N&H TOP LINE: Chicken industry addressing 'woody breast'N&H TOP LINE: Chicken industry addressing 'woody breast'
Chicken industry takes close look at muscle abnormality in chicken meat. ALSO: Zoetis gains conditional approval for avian flu vaccine.
March 30, 2016
Meat industry sectors want to ensure that the quality of their products is high so that consumers have consistent and enjoyable eating experiences.
“Recently, the industry and consumers alike have become aware of a muscle abnormality in chicken meat (commonly known as 'woody breast') that causes breast muscle to be hard to the touch, often pale in color with poor-quality texture," National Chicken Council senior vice president of communications Tom Super explained March 29. "It affects a very small percentage of the chickens we raise but does not negatively impact them from a welfare standpoint. In addition, there are no food safety or health concerns for consumers because of this muscle condition."

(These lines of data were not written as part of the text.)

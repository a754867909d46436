import { DataTypes, Model } from 'sequelize';
import type { CreationOptional, InferAttributes, InferCreationAttributes, Sequelize } from 'sequelize';
import type { TaxClass } from '@driprail/shared/domain/billing/tax-rates';

export class TaxRateRow extends Model<InferAttributes<TaxRateRow>, InferCreationAttributes<TaxRateRow>> {
  declare id: string;
  declare name: string;
  declare taxClass: TaxClass;
  declare place: CreationOptional<string>;
  declare percent: string;
  declare startsOn: string;
  declare setBy: CreationOptional<string | null>;
  declare setAt: Date;
}

export function initTaxRateRow(sequelize: Sequelize): void {
  TaxRateRow.init(
    {
      id: { type: DataTypes.UUID, primaryKey: true },
      name: { type: DataTypes.TEXT, allowNull: false },
      taxClass: { type: DataTypes.TEXT, allowNull: false },
      place: { type: DataTypes.TEXT },
      percent: { type: DataTypes.DECIMAL, allowNull: false },
      startsOn: { type: DataTypes.DATEONLY, allowNull: false },
      setBy: { type: DataTypes.UUID, allowNull: true },
      setAt: { type: DataTypes.DATE, allowNull: false },
    },
    { sequelize, modelName: 'TaxRateRow', tableName: 'tax_rates', underscored: true, timestamps: false },
  );
}
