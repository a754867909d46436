import { DataTypes, Model } from 'sequelize';
import type { CreationOptional, InferAttributes, InferCreationAttributes, Sequelize } from 'sequelize';

export class PayAgreement extends Model<InferAttributes<PayAgreement>, InferCreationAttributes<PayAgreement>> {
  declare id: string;
  declare personId: string;
  declare kind: 'refunds' | 'rate_in_effect';
  declare startsOn: string;
  declare signedOn: string | null;
  declare note: string;
  declare setBy: CreationOptional<string | null>;
  declare setAt: Date;
}

export function initPayAgreement(sequelize: Sequelize): void {
  PayAgreement.init(
    {
      id: { type: DataTypes.UUID, primaryKey: true },
      personId: { type: DataTypes.UUID, allowNull: false },
      kind: { type: DataTypes.TEXT, allowNull: false },
      startsOn: { type: DataTypes.DATEONLY, allowNull: false },
      signedOn: { type: DataTypes.DATEONLY, allowNull: true },
      note: { type: DataTypes.TEXT, allowNull: false },
      setBy: { type: DataTypes.UUID, allowNull: true },
      setAt: { type: DataTypes.DATE, allowNull: false },
    },
    { sequelize, modelName: 'PayAgreement', tableName: 'pay_agreements', underscored: true, timestamps: false },
  );
}
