import { DataTypes, Model } from 'sequelize';
import type { CreationOptional, InferAttributes, InferCreationAttributes, Sequelize } from 'sequelize';
import type { PersonFigures } from '@driprail/shared/domain/pay/week-difference';

export class PayWeek extends Model<InferAttributes<PayWeek>, InferCreationAttributes<PayWeek>> {
  declare id: string;
  declare startsOn: string;
  declare endsOn: string;
  declare startsAt: Date;
  declare endsAt: Date;
  declare state: CreationOptional<'draft' | 'checked' | 'locked'>;
  declare checkedAt: CreationOptional<Date | null>;
  declare checkedBy: CreationOptional<string | null>;
  declare lockedAt: CreationOptional<Date | null>;
  declare lockedBy: CreationOptional<string | null>;
  declare engineVersion: CreationOptional<string | null>;
  declare snapshot: CreationOptional<object | null>;
  /** The figures as they were when the week was last checked. */
  declare lastChecked: CreationOptional<{ at: string; people: PersonFigures[] } | null>;
  declare version: CreationOptional<number>;
}

export function initPayWeek(sequelize: Sequelize): void {
  PayWeek.init(
    {
      id: { type: DataTypes.UUID, primaryKey: true },
      startsOn: { type: DataTypes.DATEONLY, allowNull: false },
      endsOn: { type: DataTypes.DATEONLY, allowNull: false },
      startsAt: { type: DataTypes.DATE, allowNull: false },
      endsAt: { type: DataTypes.DATE, allowNull: false },
      state: { type: DataTypes.TEXT },
      checkedAt: { type: DataTypes.DATE, allowNull: true },
      checkedBy: { type: DataTypes.UUID, allowNull: true },
      lockedAt: { type: DataTypes.DATE, allowNull: true },
      lockedBy: { type: DataTypes.UUID, allowNull: true },
      engineVersion: { type: DataTypes.TEXT, allowNull: true },
      snapshot: { type: DataTypes.JSONB, allowNull: true },
      lastChecked: { type: DataTypes.JSONB, allowNull: true },
      version: { type: DataTypes.INTEGER },
    },
    { sequelize, modelName: 'PayWeek', tableName: 'pay_weeks', underscored: true, timestamps: false },
  );
}
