import { DataTypes, Model } from 'sequelize';
import type { CreationOptional, InferAttributes, InferCreationAttributes, Sequelize } from 'sequelize';
import type { AdjustmentKind, CountedAmount } from '@driprail/shared/domain/pay/pay-week.types';
import type { TimeOffTaken } from '@driprail/shared/domain/pay/time-off/time-off-pay';
import type { TimeOffKind } from '@driprail/shared/domain/pay/time-off/time-off-rule';

export interface TimeOffBasis extends Pick<TimeOffTaken, 'ruleId' | 'ruleWords' | 'rateWords'> {
  /** Warnings that the owner took with a reason. */
  accepted: { code: string; reason: string }[];
}

export class PayAdjustment extends Model<InferAttributes<PayAdjustment>, InferCreationAttributes<PayAdjustment>> {
  declare id: string;
  declare payWeekId: string;
  declare personId: string;
  declare kind: AdjustmentKind;
  declare amountCents: number;
  declare reason: string;
  declare correctsLineId: CreationOptional<string | null>;
  /** The count and the rate that an amount stands for. */
  declare counted: CreationOptional<CountedAmount | null>;
  declare refundReasonId: CreationOptional<string | null>;
  /** The hours that an amount of paid time off stands for; all five or none. */
  declare timeOffKind: CreationOptional<TimeOffKind | null>;
  declare timeOffHours: CreationOptional<string | null>;
  declare timeOffOn: CreationOptional<string | null>;
  declare timeOffRate: CreationOptional<string | null>;
  declare timeOffBasis: CreationOptional<TimeOffBasis | null>;
  declare userId: string;
  declare at: Date;
}

export function initPayAdjustment(sequelize: Sequelize): void {
  PayAdjustment.init(
    {
      id: { type: DataTypes.UUID, primaryKey: true },
      payWeekId: { type: DataTypes.UUID, allowNull: false },
      personId: { type: DataTypes.UUID, allowNull: false },
      kind: { type: DataTypes.TEXT, allowNull: false },
      amountCents: { type: DataTypes.BIGINT, allowNull: false },
      reason: { type: DataTypes.TEXT, allowNull: false },
      correctsLineId: { type: DataTypes.UUID, allowNull: true },
      counted: { type: DataTypes.JSONB, allowNull: true },
      refundReasonId: { type: DataTypes.UUID, allowNull: true },
      timeOffKind: { type: DataTypes.TEXT, allowNull: true },
      timeOffHours: { type: DataTypes.TEXT, allowNull: true },
      timeOffOn: { type: DataTypes.DATEONLY, allowNull: true },
      timeOffRate: { type: DataTypes.TEXT, allowNull: true },
      timeOffBasis: { type: DataTypes.JSONB, allowNull: true },
      userId: { type: DataTypes.UUID, allowNull: false },
      at: { type: DataTypes.DATE, allowNull: false },
    },
    { sequelize, modelName: 'PayAdjustment', tableName: 'pay_adjustments', underscored: true, timestamps: false },
  );
}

Super noted that the exact cause of woody breast is not known, so the chicken industry has "embarked on research to determine the exact causes as well as possible solutions to this quality issue." He said through the U.S. Poultry & Egg Assn., in conjunction with geneticists, veterinarians and animal scientists, the industry is providing more than a quarter-million dollars to fund four separate research projects at independent universities and the U.S. Department of Agriculture’s Agricultural Research Service to understand the root cause of this muscle condition and remedy it as soon as possible.
"Chicken companies have employees in processing plants looking at every piece of breast meat for any quality issue, in addition to USDA Food Safety & Inspection Service personnel who inspect chicken for issues that could impact food safety and wholesomeness," Super said.
Avian flu vaccine
Zoetis Inc. announced March 30 that the U.S. Department of Agriculture has granted the company a conditional license for Avian Influenza Vaccine, H5N1 Subtype, Killed Virus. The vaccine is intended for use in chickens as an aid in the prevention of disease caused by avian influenza H5N1.
“We stand ready to help our customers implement a vaccination strategy, should the USDA determine that is the best course of action for the industry,” said Dr. Jon Schaeffer, director of U.S. Poultry Veterinary Services at Zoetis. “In the meantime, we will continue to support the USDA and our customers in helping prevent future avian influenza outbreaks.”
The conditional license was granted upon the demonstration of a reasonable expectation of efficacy based on serology data.
Zoetis said it will pursue the current opportunity to supply vaccines to USDA’s National Veterinary Stockpile.